Conditional language used herein, such as, among others, “can,” “could,” “might,” “may,” “e.g.,” and the like, unless specifically stated otherwise, or otherwise understood within the context as used, is generally intended to convey that certain embodiments include, while other embodiments do not include, certain features, elements and/or steps. Thus, such conditional language is not generally intended to imply that features, elements and/or steps are in any way required for one or more embodiments or that one or more embodiments necessarily include logic for deciding, with or without other input or prompting, whether these features, elements and/or steps are included or are to be performed in any particular embodiment. The terms “comprising,” “including,” “having,” and the like are synonymous and are used inclusively, in an open-ended fashion, and do not exclude additional elements, features, acts, operations, and so forth. Also, the term “or” is used in its inclusive sense (and not in its exclusive sense) so that when used, for example, to connect a list of elements, the term “or” means one, some, or all of the elements in the list.
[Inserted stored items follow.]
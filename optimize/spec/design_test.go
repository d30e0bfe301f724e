package spec

import (
	"errors"
	"math"
	"strings"
	"testing"

	"plumb/catalog"
)

// fakeCatalog holds invented parts for the resolve tests.
func fakeCatalog(part string) (catalog.Kind, any, error) {
	switch part {
	case "TEST-R-10K":
		return catalog.KindResistor, catalog.Resistor{Part: part, ValueOhm: 10e3,
			ResistorGrade: catalog.ResistorGrade{Tolerance: 0.001, TCR: 25, PowerW: 0.1, MaxVoltageV: 50}}, nil
	case "TEST-NET":
		return catalog.KindNetwork, &catalog.Network{Part: part, Values: []float64{1e3, 10e3, 1e3, 10e3},
			Tolerance: 0.001, RatioTolerance: 0.0002, TCR: 25, TCRTracking: 2, PowerW: 0.05, MaxVoltageV: 50}, nil
	case "TEST-AMP":
		return catalog.KindAmplifier, catalog.Amplifier{Part: part, Type: catalog.OpAmp, AolVV: 1e6, GBWHz: 1e6}, nil
	case "TEST-MATCHED":
		return catalog.KindAmplifier, catalog.Amplifier{Part: part, Type: catalog.MatchedAmp, Gains: []float64{1, 2}}, nil
	}
	return "", nil, catalog.ErrNotFound
}

func TestDesignResolve(t *testing.T) {
	d, err := LoadDesign("testdata/good-design.yaml")
	if err != nil {
		t.Fatal(err)
	}
	if len(d.Unresolved()) != 4 {
		t.Errorf("unresolved before: %v", d.Unresolved())
	}
	if err := d.Resolve(fakeCatalog); err != nil {
		t.Fatal(err)
	}
	if u := d.Unresolved(); len(u) != 0 {
		t.Errorf("unresolved after: %v", u)
	}
	r2 := d.Position("R2").Elements[0]
	if r2.Ohm != 10e3 || r2.RatioTolerance != 0.0002 || math.Abs(r2.TCRTracking-2e-6) > 1e-18 {
		t.Errorf("network element: %+v", r2)
	}
	// Series pair 3.9k + 10k = 13.9k.
	if got := d.Position("R4").Ohm(); got != 13.9e3 {
		t.Errorf("series pair = %g, want 13900", got)
	}
	if d.Amplifier.Amp.AolVV != 1e6 {
		t.Errorf("amplifier not filled: %+v", d.Amplifier)
	}
}

const baseDesign = `family: difference
positions:
  R1: {part: TEST-R-10K}
  R2: {value: 10k, tolerance: 0.1%, tcr: 25ppm/K}
  R3: {network: TEST-NET, element: 1}
  R4: {network: TEST-NET, element: 2}
amplifier: {part: TEST-AMP}
`

func TestDesignErrors(t *testing.T) {
	cases := []struct {
		name    string
		edit    func(string) string
		resolve bool
		want    string
	}{
		{"no family", rep("family: difference\n", ""), false, "family: missing"},
		{"unknown field", add("colour: red\n"), false, "colour"},
		{"tolerance without unit", rep("tolerance: 0.1%", "tolerance: 0.1"), false, `positions.R2.tolerance: "0.1" has no unit`},
		{"inline without tcr", rep(", tcr: 25ppm/K", ""), false, "positions.R2.tcr: missing"},
		{"part and inline", rep("{part: TEST-R-10K}", "{part: TEST-R-10K, value: 10k}"), false, "also inline figures"},
		{"network without element", rep("{network: TEST-NET, element: 1}", "{network: TEST-NET}"), false, "positions.R3.element"},
		{"empty position", rep("{part: TEST-R-10K}", "{}"), false, "positions.R1: empty"},
		{"pair of three", rep("{part: TEST-R-10K}", "{series: [{part: A}, {part: B}, {part: C}]}"), false, "exactly two"},
		{"no amplifier", rep("amplifier: {part: TEST-AMP}\n", ""), false, "amplifier: missing"},
		{"gain on op-amp", rep("{part: TEST-AMP}", "{part: TEST-AMP, gain: 2}"), false, "amplifier.gain"},
		{"inline op-amp without aol", rep("{part: TEST-AMP}", "{gbw: 1MHz, vos: 1mV}"), false, "amplifier.aol: missing"},
		{"unknown part", rep("TEST-R-10K", "NOPE-1"), true, "positions.R1: NOPE-1"},
		{"element beyond network", rep("element: 2", "element: 9"), true, "beyond the 4 elements"},
		{"network named as part", rep("{part: TEST-R-10K}", "{part: TEST-NET}"), true, "is a network"},
		{"amplifier is a resistor", rep("{part: TEST-AMP}", "{part: TEST-R-10K}"), true, "not an amplifier"},
		{"matched amp in op-amp family", rep("{part: TEST-AMP}", "{part: TEST-MATCHED}"), true, "use family matched"},
	}
	for _, c := range cases {
		t.Run(c.name, func(t *testing.T) {
			d, err := ParseDesign([]byte(c.edit(baseDesign)), "d.yaml")
			if err == nil && c.resolve {
				before := d.Positions[0].Elements[0]
				err = d.Resolve(fakeCatalog)
				if d.Positions[0].Elements[0] != before {
					t.Error("a failed Resolve changed the design")
				}
			}
			if err == nil {
				t.Fatal("no error")
			}
			if !errors.Is(err, ErrInvalid) || !strings.Contains(err.Error(), c.want) || !strings.Contains(err.Error(), "d.yaml") {
				t.Errorf("error %q: want ErrInvalid naming d.yaml and saying %q", err, c.want)
			}
		})
	}
}

func TestMatchedDesign(t *testing.T) {
	src := "family: matched\namplifier: {part: TEST-MATCHED, gain: 2}\n"
	d, err := ParseDesign([]byte(src), "m.yaml")
	if err != nil {
		t.Fatal(err)
	}
	if err := d.Resolve(fakeCatalog); err != nil {
		t.Fatal(err)
	}
	d, _ = ParseDesign([]byte(strings.Replace(src, "gain: 2", "gain: 3", 1)), "m.yaml")
	if err := d.Resolve(fakeCatalog); err == nil || !strings.Contains(err.Error(), "not one of the gains") {
		t.Errorf("gain 3 accepted: %v", err)
	}
}

// FuzzDesignRoundTrip reads a design, writes it, reads it back and writes
// it again: the two writes must match and the second read must succeed.
func FuzzDesignRoundTrip(f *testing.F) {
	f.Add([]byte(baseDesign))
	f.Add([]byte("family: matched\namplifier: {part: TEST-MATCHED, gain: 2}\n"))
	f.Add([]byte("family: divider\npositions:\n  Rtop: {value: 210k, tolerance: 0.1%, tcr: 25ppm/K, power: 0.1W}\n  Rbot: {parallel: [{value: 60k, tolerance: 1%, tcr: 100ppm/K}, {part: A}]}\n"))
	f.Add([]byte("family: inverting\npositions:\n  Rf: {value: 10k, tolerance: 1%, tcr: 100ppm/K}\n  Rg: {value: 1k, tolerance: 1%, tcr: 100ppm/K}\namplifier: {aol: 120dB, gbw: 1MHz, vos: 1mV, noise: 10nV/rtHz}\n"))
	f.Fuzz(func(t *testing.T, b []byte) {
		d, err := ParseDesign(b, "fuzz.yaml")
		if err != nil {
			return
		}
		w1, err := d.Marshal()
		if err != nil {
			t.Fatal(err)
		}
		d2, err := ParseDesign(w1, "fuzz.yaml")
		if err != nil {
			t.Fatalf("written design does not read back: %v\n%s", err, w1)
		}
		w2, err := d2.Marshal()
		if err != nil {
			t.Fatal(err)
		}
		if string(w1) != string(w2) {
			t.Errorf("round trip changed the design:\n%s\n---\n%s", w1, w2)
		}
	})
}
Disjunctive language such as the phrase “at least one of X, Y, Z,” unless specifically stated otherwise, is otherwise understood with the context as used in general to present that an item, term, etc., may be either X, Y, or Z, or any combination thereof (e.g., X, Y, and/or Z). Thus, such disjunctive language is not generally intended to, and should not, imply that certain embodiments require at least one of X, at least one of Y, or at least one of Z to each be present.

Unless otherwise explicitly stated, articles such as “a” or “an” should generally be interpreted to include one or more described items. Accordingly, phrases such as “a device configured to” are intended to include one or more recited devices. Such one or more recited devices can also be collectively configured to carry out the stated recitations. For example, “a processor configured to carry out recitations A, B and C” can include a first processor configured to carry out recitation A working in conjunction with a second processor configured to carry out recitations B and C.

While the above detailed description has shown, described, and pointed out novel features as applied to various embodiments, it can be understood that various omissions, substitutions, and changes in the form and details of the devices or algorithms illustrated can be made without departing from the spirit of the disclosure. As can be recognized, certain embodiments described herein can be embodied within a form that does not provide all of the features and benefits set forth herein, as some features can be used or practiced separately from others. The scope of certain embodiments disclosed herein is indicated by the appended claims rather than by the foregoing description. All changes which come within the meaning and range of equivalency of the claims are to be embraced within their scope.